Scholars and naturalists have long recognised the area to be of special geological and archaeological importance as well as of significance in terms of flora and fauna.
But the planning approval for the two adjoining projects code-named UP11 and UP12 would mean the destruction of large tracts of natural habitat rich in biodiversity. This would be to within a few hundred metres of the shoreline, considerably less in parts than the normally legislated 500 metres, it seems.
The plans envisage hotels, luxury villas, apartments and a golf course. Despite being the biggest private development programme ever proposed in the Lagoa municipality’s history, little has been divulged publicly since the projects were first approved more than eight years ago.
A small group of residents in one of the most directly affected communities has recently learned that it could be years, perhaps decades, before sufficient funds are available to allow detailed infrastructure planning and construction to proceed.
Officially, however, it is thought to be only a matter of ‘when’ rather than ‘if’ construction goes ahead. The promoters are thought to be seeking investors overseas, most likely in China and the United States.
One of the project-aproved sites, comprising 230 hectares, is currently being offered for sale at €115 million.
Despite previous claims to the contrary, it seems that no environmental impact studies have ever been carried out in the area - or perhaps were even required - not that environmental impact studies are ever entirely independent and impartial anyway.

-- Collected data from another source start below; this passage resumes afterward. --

import { useState } from 'react';
import { Link } from 'react-router-dom';
import { DndContext, PointerSensor, useDraggable, useDroppable, useSensor, useSensors, type DragEndEvent } from '@dnd-kit/core';
import type { BoardCardDto, BoardColumnDto } from '@shared/schemas/board';
import { STATE_LABELS, TRANSITIONS, type Transition, type TutorialState } from '@shared/schemas/tutorial';
import { Button } from '@/components/ui/button';
import { ConfirmDialog } from '@/components/ui/confirm';
import { Notice } from '@/components/ui/notice';
import { useMoveCard } from '../api/board';

/** The move that takes a card from its state to a column, if there is one. */
export function moveTo(from: TutorialState, to: TutorialState): Transition | null {
  const hit = (Object.keys(TRANSITIONS) as Transition[]).find((a) => TRANSITIONS[a].to === to && (TRANSITIONS[a].from as readonly string[]).includes(from));
  return hit ?? null;
}

const shortDay = (d: string) =>
  new Intl.DateTimeFormat(undefined, { weekday: 'short', day: 'numeric', month: 'short', timeZone: 'UTC' }).format(new Date(`${d}T00:00:00Z`));
const when = (iso: string, timeZone: string) =>
  new Intl.DateTimeFormat(undefined, { day: 'numeric', month: 'short', hour: '2-digit', minute: '2-digit', timeZone }).format(new Date(iso));

function Card(props: {
  card: BoardCardDto;
  timeZone: string;
  tutorialPath: (id: string) => string;
  onMove: (c: BoardCardDto, a: Transition) => void;
  busy: boolean;
}) {
  const { card: c } = props;
  const drag = useDraggable({ id: c.id, disabled: c.moves.length === 0, data: { card: c } });
  const [open, setOpen] = useState(false);
  const style = drag.transform
    ? { transform: `translate(${drag.transform.x}px, ${drag.transform.y}px)`, zIndex: 10, position: 'relative' as const }
    : undefined;
  const late = c.due?.kind === 'overdue';
  return (
    <li
      ref={drag.setNodeRef}
      style={style}
      {...drag.listeners}
      data-card={c.id}
      aria-label={c.title}
      className={`rounded-md border bg-white p-3 text-sm shadow-sm ${late ? 'border-rosehip' : 'border-line'} ${c.moves.length ? 'cursor-grab' : ''} ${drag.isDragging ? 'opacity-80 shadow-lg' : ''}`}
    >
      <Link to={props.tutorialPath(c.id)} className="font-medium underline-offset-2 hover:underline">
        {c.title}
      </Link>
      <p className="text-xs text-pencil">{c.maker ? c.maker.name : 'No maker'}</p>
      {c.dueDate && (
        <p className="mt-1 text-xs">
          Due {shortDay(c.dueDate)}
          {c.due && <strong className={`ml-1 ${late ? 'text-rosehip' : 'text-kraft-dark'}`}>· {c.due.words}</strong>}
        </p>
      )}
      {c.publishAt && (
        <p className="text-xs">
          Publishes {when(c.publishAt, props.timeZone)} ({c.publishTimeZone})
        </p>
      )}
      <p className="mt-1 text-xs text-pencil">
        Changed {when(c.lastChange.at, props.timeZone)}
        {c.lastChange.what && ` · ${c.lastChange.what}${c.lastChange.by ? ` by ${c.lastChange.by}` : ''}`}
      </p>
      <p className="text-xs">{c.openComments === 0 ? 'No open comments' : `${c.openComments} open ${c.openComments === 1 ? 'comment' : 'comments'}`}</p>
      {c.moves.length > 0 && (
        <div className="mt-2">
          <button
            type="button"
            className="rounded border border-field px-2 py-0.5 text-xs hover:bg-kraft-light"
            aria-expanded={open}
            onPointerDown={(e) => e.stopPropagation()}
            onClick={() => setOpen((o) => !o)}
          >
            Move <span className="sr-only">“{c.title}”</span>…
          </button>
          {open && (
            <ul className="mt-1 flex flex-wrap gap-1" aria-label={`Moves for ${c.title}`}>
              {c.moves.map((a) => (
                <li key={a}>
                  <Button
                    size="sm"
                    variant={a === 'sendBack' || a === 'unpublish' ? 'danger' : 'secondary'}
                    disabled={props.busy}
                    onPointerDown={(e) => e.stopPropagation()}
                    onClick={() => {
                      setOpen(false);
                      props.onMove(c, a);
                    }}
                  >
                    {TRANSITIONS[a].label} → {STATE_LABELS[TRANSITIONS[a].to]}
                  </Button>
                </li>
              ))}
            </ul>
          )}
        </div>
      )}
    </li>
  );
}

function Column(props: { column: BoardColumnDto; dragging: BoardCardDto | null; children: React.ReactNode }) {
  const drop = useDroppable({ id: props.column.state });
  const d = props.dragging;
  const target = d && d.state !== props.column.state ? moveTo(d.state, props.column.state) : null;
  const allowed = target !== null && d !== null && d.moves.includes(target);
  return (
    <section
      ref={drop.setNodeRef}
      aria-labelledby={`col-${props.column.state}`}
      data-column={props.column.state}
      className={`flex min-w-0 flex-col rounded-lg border p-2 ${allowed && drop.isOver ? 'border-kraft bg-kraft-light' : allowed ? 'border-dashed border-kraft bg-white/60' : 'border-line bg-white/40'} ${d && !allowed && d.state !== props.column.state ? 'opacity-60' : ''}`}
    >
      <h2 id={`col-${props.column.state}`} className="mb-2 flex items-baseline justify-between px-1 font-sans text-sm font-semibold">
        <span className="capitalize">{props.column.label}</span>
        <span className="text-xs font-normal text-pencil">
          {props.column.cards.length} {props.column.cards.length === 1 ? 'tutorial' : 'tutorials'}
        </span>
      </h2>
      {d && d.state !== props.column.state && (
        <p className="mb-1 px-1 text-xs">{allowed ? `Drop here: ${TRANSITIONS[target!].label}` : 'Not a move you can make'}</p>
      )}
      {props.children}
    </section>
  );
}

/**
 * The board's columns, one a review state. A card moves by dragging it to another column or with
 * its "Move…" button (keyboard and touch); either way only the moves the server allows the caller
 * are offered, and a move is the same review move as the Publish section's buttons. Sending back
 * asks for a note; unpublishing asks first.
 */
export function BoardColumns(props: { columns: BoardColumnDto[]; timeZone: string; tutorialPath: (id: string) => string }) {
  const move = useMoveCard();
  const sensors = useSensors(useSensor(PointerSensor, { activationConstraint: { distance: 6 } }));
  const [dragging, setDragging] = useState<BoardCardDto | null>(null);
  const [pending, setPending] = useState<{ card: BoardCardDto; action: Transition } | null>(null);
  const [note, setNote] = useState('');
  const [said, setSaid] = useState<string | null>(null);

  const run = (card: BoardCardDto, action: Transition, withNote?: string) => {
    setSaid(null);
    move.mutate(
      { id: card.id, action, note: withNote?.trim() || undefined },
      {
        onSuccess: (t) => {
          setPending(null);
          setNote('');
          setSaid(`Moved “${card.title}” to ${STATE_LABELS[t.state]}.`);
        },
      },
    );
  };
  const ask = (card: BoardCardDto, action: Transition) => (action === 'sendBack' || action === 'unpublish' ? setPending({ card, action }) : run(card, action));

  const onDragEnd = (e: DragEndEvent) => {
    const card = dragging;
    setDragging(null);
    if (!card || !e.over || e.over.id === card.state) return;
    const to = e.over.id as TutorialState;
    const action = moveTo(card.state, to);
    if (!action || !card.moves.includes(action)) {
      setSaid(`“${card.title}” cannot move from ${STATE_LABELS[card.state]} to ${STATE_LABELS[to]}: that is not a move you can make.`);
      return;
    }
    ask(card, action);
  };

  return (
    <div>
      <div className="mb-2 space-y-2" aria-live="polite">
        {said && <Notice kind={said.includes('cannot') ? 'info' : 'success'}>{said}</Notice>}
        {move.error && <Notice kind="error">{move.error.message}</Notice>}
      </div>
      <DndContext
        sensors={sensors}
        onDragStart={(e) => setDragging((e.active.data.current as { card: BoardCardDto }).card)}
        onDragCancel={() => setDragging(null)}
        onDragEnd={onDragEnd}
        accessibility={{ screenReaderInstructions: { draggable: 'Drag the card to another column, or use its Move button.' } }}
      >
        <div className="grid gap-3 md:grid-cols-5">
          {props.columns.map((col) => (
            <Column key={col.state} column={col} dragging={dragging}>
              {col.cards.length === 0 ? (
                <p className="px-1 py-3 text-xs text-pencil">Nothing here now.</p>
              ) : (
                <ul className="grid gap-2">
                  {col.cards.map((c) => (
                    <Card key={c.id} card={c} timeZone={props.timeZone} tutorialPath={props.tutorialPath} onMove={ask} busy={move.isPending} />
                  ))}
                </ul>
              )}
            </Column>
          ))}
        </div>
      </DndContext>
      <ConfirmDialog
        open={pending !== null}
        title={pending ? `${TRANSITIONS[pending.action].label}: “${pending.card.title}”?` : ''}
        confirmLabel={pending ? TRANSITIONS[pending.action].label : 'Move'}
        danger
        busy={move.isPending}
        onConfirm={() => pending && run(pending.card, pending.action, note)}
        onCancel={() => setPending(null)}
      >
        {pending?.action === 'sendBack' ? (
          <>
            <label htmlFor="board-note" className="font-medium text-ink">
              Note for the maker (optional)
            </label>
            <textarea
              id="board-note"
              rows={3}
              maxLength={2000}
              value={note}
              onChange={(e) => setNote(e.target.value)}
              className="mt-1 w-full rounded-md border border-field bg-white px-2 py-1.5 text-ink"
            />
          </>
        ) : (
          'Visitors lose the public page and its exports at once; the tutorial goes back to approved.'
        )}
      </ConfirmDialog>
    </div>
  );
}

Concerned local residents say that in an area of such unique geological importance, with biodiversity which can no longer be found elsewhere along the now heavily urbanised Algarve coast, it should be of the utmost importance that a proper impartial environmental assessment be sought by the government before irreparable damage is done.

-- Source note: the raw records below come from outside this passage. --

import { Link } from 'react-router-dom';
import type { CalendarEntryDto } from '@shared/schemas/board';
import { daysOfMonth, weekdayIndex } from '@shared/board/dates';

const KIND: Record<CalendarEntryDto['kind'], string> = { due: 'Due', brief: 'Brief due', published: 'Published', scheduled: 'Publishes' };
const WEEKDAYS = ['Mon', 'Tue', 'Wed', 'Thu', 'Fri', 'Sat', 'Sun'];

function time(e: CalendarEntryDto, timeZone: string) {
  return e.at ? ` ${new Intl.DateTimeFormat(undefined, { hour: '2-digit', minute: '2-digit', timeZone }).format(new Date(e.at))}` : '';
}

function Entry({ e, timeZone, link }: { e: CalendarEntryDto; timeZone: string; link: (e: CalendarEntryDto) => string }) {
  return (
    <li className="text-xs leading-snug">
      <span className={`font-medium ${e.kind === 'scheduled' || e.kind === 'published' ? 'text-ink' : 'text-kraft-dark'}`}>
        {KIND[e.kind]}
        {time(e, timeZone)}:
      </span>{' '}
      <Link to={link(e)} className="underline">
        {e.title}
      </Link>
    </li>
  );
}

/**
 * The month's due, brief, published and scheduled dates: a week grid on wide screens, a list of
 * the days that have something on narrow ones (seven columns do not fit a phone).
 */
export function MonthCalendar(props: { month: string; today: string; timeZone: string; entries: CalendarEntryDto[]; link: (e: CalendarEntryDto) => string }) {
  const days = daysOfMonth(props.month);
  const byDay = new Map<string, CalendarEntryDto[]>();
  for (const e of props.entries) byDay.set(e.day, [...(byDay.get(e.day) ?? []), e]);
  const lead = weekdayIndex(days[0]!);
  const label = (d: string) =>
    new Intl.DateTimeFormat(undefined, { weekday: 'long', day: 'numeric', month: 'long', timeZone: 'UTC' }).format(new Date(`${d}T00:00:00Z`));
  return (
    <div>
      <ol className="grid gap-2 md:hidden" aria-label="Dates this month">
        {days
          .filter((d) => byDay.has(d))
          .map((d) => (
            <li key={d} className="rounded-md border border-line bg-white p-2">
              <p className="text-sm font-medium">
                {label(d)}
                {d === props.today ? ' (today)' : ''}
              </p>
              <ul>
                {byDay.get(d)!.map((e, i) => (
                  <Entry key={i} e={e} timeZone={props.timeZone} link={props.link} />
                ))}
              </ul>
            </li>
          ))}
        {byDay.size === 0 && <li className="text-sm text-pencil">Nothing is due or publishing this month.</li>}
      </ol>
      <table className="hidden w-full table-fixed border-collapse md:table">
        <caption className="sr-only">Due and publish dates this month</caption>
        <thead>
          <tr>
            {WEEKDAYS.map((w) => (
              <th key={w} scope="col" className="py-1 text-xs font-medium text-pencil">
                {w}
              </th>
            ))}
          </tr>
        </thead>
        <tbody>
          {Array.from({ length: Math.ceil((lead + days.length) / 7) }, (_, week) => (
            <tr key={week}>
              {WEEKDAYS.map((_, col) => {
                const d = days[week * 7 + col - lead];
                return (
                  <td
                    key={col}
                    className={`h-20 border border-line p-1 align-top ${d ? 'bg-white' : 'bg-paper'} ${d === props.today ? 'outline outline-2 -outline-offset-2 outline-kraft' : ''}`}
                  >
                    {d && (
                      <>
                        <span className="text-xs text-pencil">
                          {Number(d.slice(8))}
                          {d === props.today && <span className="sr-only"> (today)</span>}
                        </span>
                        <ul>
                          {(byDay.get(d) ?? []).map((e, i) => (
                            <Entry key={i} e={e} timeZone={props.timeZone} link={props.link} />
                          ))}
                        </ul>
                      </>
                    )}
                  </td>
                );
              })}
            </tr>
          ))}
        </tbody>
      </table>
    </div>
  );
}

The projects were accepted by the relevant authorities in Lisbon and Faro as well as Lagoa in the belief that they would create jobs and be of considerable economic benefit. Although it has never been explicitly explained who would benefit, the projects could be expected to generate profits for investors, national or international construction companies and resort operators, as well as taxes for the local municipality.
An unsightly backdrop to this, however, is that Lagoa and other Algarve municipalities feature half-built, multi-storey blocks long abandoned and derelict. They have been eye-sores for years and look like remaining so for years to come due to the lack of sustainable guarantees for the planning and approval of project funding.
The group of homeowners suggesting that the area be turned into a nature reserve point to the ever-growing, sustainable profitability of ecotourism. It has proved so in many parts of the world in recent decades.
Ecotourism has the advantage of attracting increasing numbers of visitors all year round by appealing to other than just the sun and sand holiday crowds or winter golfers. It is more adept at providing incomes for local communities than foreign investors and would represent an overall more sustainable long-term investment for the area, allowing the natural beauty, historic heritage and eco-diversity of this unique area to be fully conserved.
Those contemplating such a nature reserve in Lagoa have no illusions it will be easy to establish. They realise too it may be a race against the time.
Our research so far, however, indicates that the area may qualify for backing from the UNESCO World Heritage organisation, hence we are seeking help from experts in the field and supporters alike,” said a spokesperson for the group.